Validebağ Korusu Anadolu Yakası’nın Karacaahmet Mezarlığı’nda sonra hem en büyük yeşil alanı hem de 1. Derece Doğal Sit alanı olmakla birlikte bölge sakinlerinin yeşil alan olarak kullandığı, kiminin spor yaptığı, kiminin sonbaharda mantar topladığı bir alan. İnsanlar yaz aylarında korunun anıt ağaçlarının gölgesinde serinliyor. İzciler kamp çadırı kuruyor. Genç atlet adayları antrenmanlarını Validebağ’da yapıyor. Buna karşılık ise korunun içerisinde çeşitli inşai faaliyetler de bulunulması girişimleri başlıyor ki bu durum yeni de değil 1990’lardan gelen bir süreç.
Validebağ gönüllüleri ise tüm bu girişimlere karşılık koruyu korumak için birleşiyorlar ve sonucunda ise koruyu 1999 yılının Temmuz ayında 1. Derece Doğal Sit Alanı ilan ettiriyorlar hem de koruda imara açma faaliyetlerinin gelişmesine izin vermeyecek eylemlerde bulunuyorlar.

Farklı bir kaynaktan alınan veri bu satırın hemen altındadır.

"""Survey tables: from rows of text to numbers in the tool's units, with every fault named."""

import math
import re
from collections.abc import Callable
from dataclasses import dataclass, field
from pathlib import Path

import numpy as np

from assess import units
from assess.case import doubts as doubting
from assess.case.forms import BoolArray, Column, EvidenceForm, FloatArray, Table, TextArray
from assess.case.rawtable import RawTable, read_rows
from assess.case.yamlfile import closest, listed, nearest
from assess.errors import Fault

COMMON = (
    Column("location", "where it was measured, as the survey calls it", required=False),
    Column("zone", "zone of the row", required=False),
    Column("section", "section at which it was measured", required=False),
    Column("note", "anything", required=False),
)
_UNCHECKED = Column("", "a column whose unit is unknown")
_NOTES = {"note", "notes", "remark", "remarks"}
_MOST_FAULTS = 20  # of one column
_Complaint = tuple[str, str, str, str]  # what, given, allowed, mend
_COMMA_NUMBER = re.compile(r"[+-]?\d*,\d+(?:[eE][+-]?\d+)?|[+-]?\d+,")
_BEYOND = re.compile(r"(?:>=|>|≥)\s*(.+)")
_BELOW = re.compile(r"(?:<=|<|≤)\s*(.+)")


def read_table(
    path: Path, form: EvidenceForm
) -> tuple[Table | None, tuple[Fault, ...], tuple[Fault, ...]]:
    """Read and check a survey table.

    Parameters
    ----------
    path : Path
        CSV or XLSX file; see `assess.case.rawtable.read_rows` for the dialects.
    form : EvidenceForm
        The kind of evidence, which says what columns it has.

    Returns
    -------
    table : Table or None
        In the columns' units; None if there is any fault.
    faults : tuple of Fault
        What makes the table unusable, each with its line.
    doubts : tuple of Fault
        What can be read but should be looked at. Outliers and what the form itself doubts are
        not in here, as they need the entry of the case file.
    """
    table, faults, doubts = examine_table(path, form)
    return (None if faults else table), faults, doubts


def examine_table(
    path: Path, form: EvidenceForm
) -> tuple[Table | None, tuple[Fault, ...], tuple[Fault, ...]]:
    """Read a survey table, keeping what could be read beside the faults.

    Parameters
    ----------
    path : Path
        As for `read_table`.
    form : EvidenceForm
        The kind of evidence.

    Returns
    -------
    table : Table or None
        What could be read, NaN elsewhere: for further checks only, if there is any fault.
    faults, doubts : tuple of Fault
        As for `read_table`; repetition is looked for in sound tables only.
    """
    raw, faults = read_rows(path)
    if raw is None:
        return None, tuple(faults), ()
    reading = _Reading(str(path), form, raw, faults)
    reading.headers()
    reading.cells()
    lines = np.array(raw.lines, dtype=np.int64)
    head = {written.column.name: written.unit for written in reading.written}
    read = (reading.numbers, reading.texts, reading.beyond, reading.below, reading.absent)
    table = Table(path, lines, *read, head)
    doubts = list(reading.doubts)
    for written in reading.written:
        if written.column.name not in reading.mistaken:
            doubts += doubting.unusual(table, written)
    if not reading.faults:
        doubts += doubting.repeated(form, table)
    return table, tuple(sorted(set(reading.faults))), tuple(sorted(set(doubts)))
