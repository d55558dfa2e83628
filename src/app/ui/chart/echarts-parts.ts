import { CustomChart, LineChart } from 'echarts/charts';
import { DataZoomInsideComponent, GridComponent, TooltipComponent } from 'echarts/components';
import { init, use } from 'echarts/core';
import { CanvasRenderer } from 'echarts/renderers';

// Only what our charts draw with; this file is loaded when the first chart is shown.
use([CanvasRenderer, CustomChart, DataZoomInsideComponent, GridComponent, LineChart, TooltipComponent]);

export { init };
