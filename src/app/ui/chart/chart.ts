import { DOCUMENT } from '@angular/common';
import {
  afterNextRender,
  ChangeDetectionStrategy,
  Component,
  computed,
  DestroyRef,
  ElementRef,
  effect,
  inject,
  input,
  model,
  signal,
  untracked,
} from '@angular/core';
import { MatIconButton } from '@angular/material/button';
import { MatIcon } from '@angular/material/icon';
import { MatMenu, MatMenuContent, MatMenuItem, MatMenuTrigger } from '@angular/material/menu';
import type { ECharts } from 'echarts';
import { NgxEchartsDirective, provideEchartsCore } from 'ngx-echarts';
import { sayWhen } from '@shared/format/room-time';
import { ThemeChoice } from '../theme/theme-choice';
import { readChartColours } from './chart-colours';
import {
  spanOfLines,
  type ChartLimit,
  type ChartLine,
  type ChartMark,
  type ChartSpan,
  type WantedSpan,
} from './chart-data';
import { chartOption, zoomOption } from './chart-option';
import { chartSummary } from './chart-summary';
import { chartCsv, chartTable } from './chart-table';
import { ChartNumbers } from './chart-numbers';
import { isSameSpan, movedSpan, spanShownBy, zoomedSpan } from './chart-zoom';
import { saveFile } from './save-file';

/**
 * Lines over time in the room's own time: the wanted range as a band that steps with the lamps, lamp hours on top,
 * what is outside drawn heavier, gaps left open. Its numbers can be read as a table and saved.
 * A heading may be projected; it stands before the buttons.
 */
@Component({
  selector: 'app-chart',
  templateUrl: './chart.html',
  styleUrl: './chart.scss',
  imports: [
    ChartNumbers,
    MatIcon,
    MatIconButton,
    MatMenu,
    MatMenuContent,
    MatMenuItem,
    MatMenuTrigger,
    NgxEchartsDirective,
  ],
  providers: [provideEchartsCore({ echarts: () => import('./echarts-parts') })],
  changeDetection: ChangeDetectionStrategy.OnPush,
})
export class Chart {
  /** What the chart shows, for its heading by screen reader and its file names: "Air, shelf A1". */
  readonly title = input.required<string>();
  readonly lines = input.required<readonly ChartLine[]>();
  /** IANA name of the room's time zone. */
  readonly zone = input.required<string>();
  /** The range wanted of the first line, which alone is judged. */
  readonly wanted = input<readonly WantedSpan[]>([]);
  readonly lamps = input<readonly ChartSpan[]>([]);
  /** Spans to shade. */
  readonly nights = input<readonly ChartSpan[]>([]);
  readonly marks = input<readonly ChartMark[]>([]);
  /** A limit that was passed, dashed. */
  readonly limit = input<ChartLimit | null>(null);
  /** The span to show; null for as far as the lines reach. */
  readonly span = input<ChartSpan | null>(null);
  /** The part of the span that is zoomed to; null for all of it. Charts bound to one signal zoom together. */
  readonly zoom = model<ChartSpan | null>(null);

  private readonly page = inject(DOCUMENT).documentElement;
  private readonly theme = inject(ThemeChoice);
  private readonly breadth = signal(640);
  private instance: ECharts | null = null;

  protected readonly isTableShown = signal(false);

  private readonly fullSpan = computed(() => this.span() ?? spanOfLines(this.lines()) ?? { from: 0, to: 1 });
  private readonly shown = computed(() => this.zoom() ?? this.fullSpan());
  private readonly manner = computed(() => {
    this.theme.shown();
    const isStill = matchMedia('(prefers-reduced-motion: reduce)').matches;
    return { colours: readChartColours(this.page), breadth: this.breadth(), isStill };
  });

  protected readonly hasReadings = computed(() =>
    this.lines().some(({ points }) => points.some(([, mean]) => mean !== null)),
  );
  protected readonly isZoomed = computed(() => this.zoom() !== null);
  protected readonly summary = computed(() => chartSummary(this.lines(), this.wanted(), this.zone()));
  protected readonly table = computed(() =>
    this.isTableShown() ? chartTable(this.lines(), this.zone()) : null,
  );

  protected readonly option = computed(() =>
    chartOption(
      {
        lines: this.lines(),
        wanted: this.wanted(),
        lamps: this.lamps(),
        nights: this.nights(),
        marks: this.marks(),
        limit: this.limit(),
        span: this.fullSpan(),
        zone: this.zone(),
      },
      // New readings must not undo a person's zoom, nor a zoom redraw everything.
      untracked(this.shown),
      this.manner(),
    ),
  );
  protected readonly zoomChange = computed(() => zoomOption(this.zone(), this.shown(), this.manner()));

  protected readonly saidMarks = computed(() => {
    const now = this.fullSpan().to;
    return this.marks().map((mark) => ({ ...mark, when: sayWhen(mark.at, now, this.zone()) }));
  });

  constructor() {
    const host = inject<ElementRef<HTMLElement>>(ElementRef).nativeElement;
    const watcher = new ResizeObserver(([entry]) => {
      if (entry !== undefined) this.breadth.set(Math.round(entry.contentRect.width));
    });
    afterNextRender(() => watcher.observe(host));
    inject(DestroyRef).onDestroy(() => watcher.disconnect());
    effect(() => {
      this.zoom();
      untracked(() => this.takeOverZoom());
    });
  }

  protected keepInstance(instance: ECharts): void {
    this.instance = instance;
  }

  protected followZoom(): void {
    const zoom = spanShownBy(this.instance?.getOption());
    const { from, to } = this.fullSpan();
    const isWhole = zoom === null || (zoom.from <= from && zoom.to >= to);
    const shown = isWhole ? { from, to } : zoom;
    if (!isSameSpan(shown, this.shown())) this.zoom.set(isWhole ? null : zoom);
  }

  protected zoomBy(factor: number): void {
    this.show(zoomedSpan(this.shown(), this.fullSpan(), factor));
  }

  protected moveBy(share: number): void {
    this.show(movedSpan(this.shown(), this.fullSpan(), share));
  }

  protected showWhole(): void {
    this.show(this.fullSpan());
  }

  protected toggleTable(): void {
    this.isTableShown.update((isShown) => !isShown);
  }

  protected savePicture(): void {
    const picture = this.instance?.getDataURL({
      pixelRatio: 2,
      backgroundColor: this.manner().colours.sheet,
    });
    if (picture !== undefined) saveFile(`${this.title()}.png`, picture);
  }

  protected saveCsv(): void {
    const file = new Blob(['\ufeff', chartCsv(this.lines(), this.zone())], {
      type: 'text/csv;charset=utf-8',
    });
    saveFile(`${this.title()}.csv`, file);
  }

  /** Zooms to where another chart was zoomed. */
  private takeOverZoom(): void {
    const drawn = spanShownBy(this.instance?.getOption());
    if (drawn !== null && !isSameSpan(drawn, this.shown())) this.show(this.shown());
  }

  private show({ from, to }: ChartSpan): void {
    this.instance?.dispatchAction({ type: 'dataZoom', startValue: from, endValue: to });
  }
}
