import { formatTime } from '@shared/format/room-time';
import { roomTicks, tickLabel } from './room-ticks';

const dublin = 'Europe/Dublin';
const hourMs = 3_600_000;

describe('the ticks of an axis', () => {
  it('of a week are the midnights of the room and not of the reader', () => {
    const span = { from: Date.UTC(2026, 10, 25, 3), to: Date.UTC(2026, 11, 2, 3) };
    const ticks = roomTicks(span, 8, 'Asia/Kathmandu');
    expect(ticks).toHaveLength(7);
    expect(ticks.map((at) => formatTime(at, 'Asia/Kathmandu'))).toEqual(Array(7).fill('00:00'));
  });

  it('stay on midnight when the clocks go back', () => {
    // Ireland leaves summer time on 25 October 2026 at 01:00 UTC.
    const span = { from: Date.UTC(2026, 9, 23), to: Date.UTC(2026, 9, 28) };
    const ticks = roomTicks(span, 6, dublin);
    expect(ticks.map((at) => tickLabel(at, span, dublin))).toEqual([
      'Sat 24 Oct',
      'Sun 25 Oct',
      'Mon 26 Oct',
      'Tue 27 Oct',
      'Wed 28 Oct',
    ]);
    expect((ticks[2] ?? 0) - (ticks[1] ?? 0)).toBe(25 * hourMs);
  });

  it('of a day name the hours, and the day at midnight', () => {
    const span = { from: Date.UTC(2026, 11, 1, 9), to: Date.UTC(2026, 11, 2, 9) };
    expect(roomTicks(span, 3, dublin).map((at) => tickLabel(at, span, dublin))).toEqual([
      '12:00',
      'Wed 2 Dec',
    ]);
    expect(roomTicks(span, 5, dublin).map((at) => tickLabel(at, span, dublin))).toEqual([
      '12:00',
      '18:00',
      'Wed 2 Dec',
      '06:00',
    ]);
  });

  it('of a season are dates, and of years dates with their year', () => {
    const season = { from: Date.UTC(2026, 5, 1), to: Date.UTC(2026, 8, 1) };
    expect(tickLabel(Date.UTC(2026, 5, 14, 23), season, dublin)).toBe('15 Jun');
    const years = { from: Date.UTC(2024, 5, 1), to: Date.UTC(2026, 8, 1) };
    expect(tickLabel(Date.UTC(2026, 5, 14, 23), years, dublin)).toBe('15 Jun 2026');
  });

  it.each([10 * 60_000, hourMs, 30 * hourMs, 90 * 24 * hourMs, 3000 * 24 * hourMs])(
    'of %d ms are no more than asked for, and inside the span',
    (length) => {
      const span = { from: Date.UTC(2026, 0, 31, 22, 13), to: Date.UTC(2026, 0, 31, 22, 13) + length };
      const ticks = roomTicks(span, 8, dublin);
      expect(ticks.length).toBeGreaterThan(0);
      expect(ticks.length).toBeLessThanOrEqual(9);
      ticks.forEach((at) => expect(at >= span.from && at <= span.to).toBe(true));
    },
  );
});
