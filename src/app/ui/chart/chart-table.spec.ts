import type { ChartLine } from './chart-data';
import { chartSummary } from './chart-summary';
import { chartCsv, chartTable } from './chart-table';

const dublin = 'Europe/Dublin';
const start = Date.UTC(2026, 11, 1, 14);
const minute = 60_000;

function line(values: (number | null)[], overrides: Partial<ChartLine> = {}): ChartLine {
  const points = values.map((value, index) => [start + index * minute, value, value, value] as const);
  return { name: 'Air', unit: '°C', decimals: 1, points, ...overrides };
}

describe('the table of a chart', () => {
  it('has a row a point while there are few, and a dash for a gap', () => {
    const { columns, rows } = chartTable([line([20, null, 0])], dublin);
    expect(columns).toEqual(['Air, °C']);
    expect(rows).toEqual([
      { when: 'Tue 1 Dec, 14:00', cells: ['20.0'] },
      { when: 'Tue 1 Dec, 14:01', cells: ['–'] },
      { when: 'Tue 1 Dec, 14:02', cells: ['0.0'] },
    ]);
  });

  it('keeps every lowest and highest value when it is thinned', () => {
    const values = Array.from({ length: 1000 }, () => 20);
    values[501] = 31;
    values[502] = 4;
    const { rows } = chartTable([line(values)], dublin);
    expect(rows.length).toBeLessThanOrEqual(48);
    expect(rows.flatMap(({ cells }) => cells)).toContain('4.0 to 31.0');
  });

  it('sets lines with points at different times side by side', () => {
    const other = line([5], { name: 'Root zone', points: [[start + minute, 5, 4, 6]] });
    expect(chartTable([line([20, 21]), other], dublin).rows).toEqual([
      { when: 'Tue 1 Dec, 14:00', cells: ['20.0', '–'] },
      { when: 'Tue 1 Dec, 14:01', cells: ['21.0', '4.0 to 6.0'] },
    ]);
  });
});

describe('the CSV file of a chart', () => {
  it('has UTC and room time, an empty cell for a gap, and no live formula in a name', () => {
    const csv = chartCsv([line([20.25, null], { name: '=SUM(A1)' })], dublin);
    expect(csv.split('\r\n')).toEqual([
      "Time (UTC),Time (Europe/Dublin),'=SUM(A1) mean [°C],'=SUM(A1) lowest [°C],'=SUM(A1) highest [°C]",
      '2026-12-01T14:00:00.000Z,"Tue 1 Dec, 14:00",20.25,20.25,20.25',
      '2026-12-01T14:01:00.000Z,"Tue 1 Dec, 14:01",,,',
      '',
    ]);
  });
});

describe('the words for a chart', () => {
  const wanted = [{ from: start, to: start + 10 * minute, low: 20, high: 26 }];
  const said = (values: (number | null)[]): string =>
    chartSummary([line(values)], wanted, dublin).replaceAll('\u00a0', ' ');

  it('say the span, the last value against the range, the lowest and the highest', () => {
    expect(said([19, 28.3, null])).toBe(
      'Chart from Tue 1 Dec, 14:00 to Tue 1 Dec, 14:02. Air: last 28.3 °C, above the wanted range, lowest 19.0 °C, highest 28.3 °C.',
    );
  });

  it('say when there is nothing to show', () => {
    expect(said([])).toBe('Chart without readings.');
    expect(said([null])).toContain('Air: no readings.');
  });
});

Bu tür direnişlerin hem ulus-devlet hem sermaye tarafından iki kere ezilmiş, kentte barınma hakkı ellerinden alınıp güvenlikli sitelere bırakılmış, kentli olma halini bir türlü yakalayamamış ve bir o kadar eğitimsiz ve az-seçkin olan kesim için de gerçekleşip gerçekleşmeyeceğini, bugün karşılaştığımız kent direnişçilerinin her birinin kentin fark gözetmeksizin bir arada yaşama değerini ne derecede sahipleneceğini göreceğiz.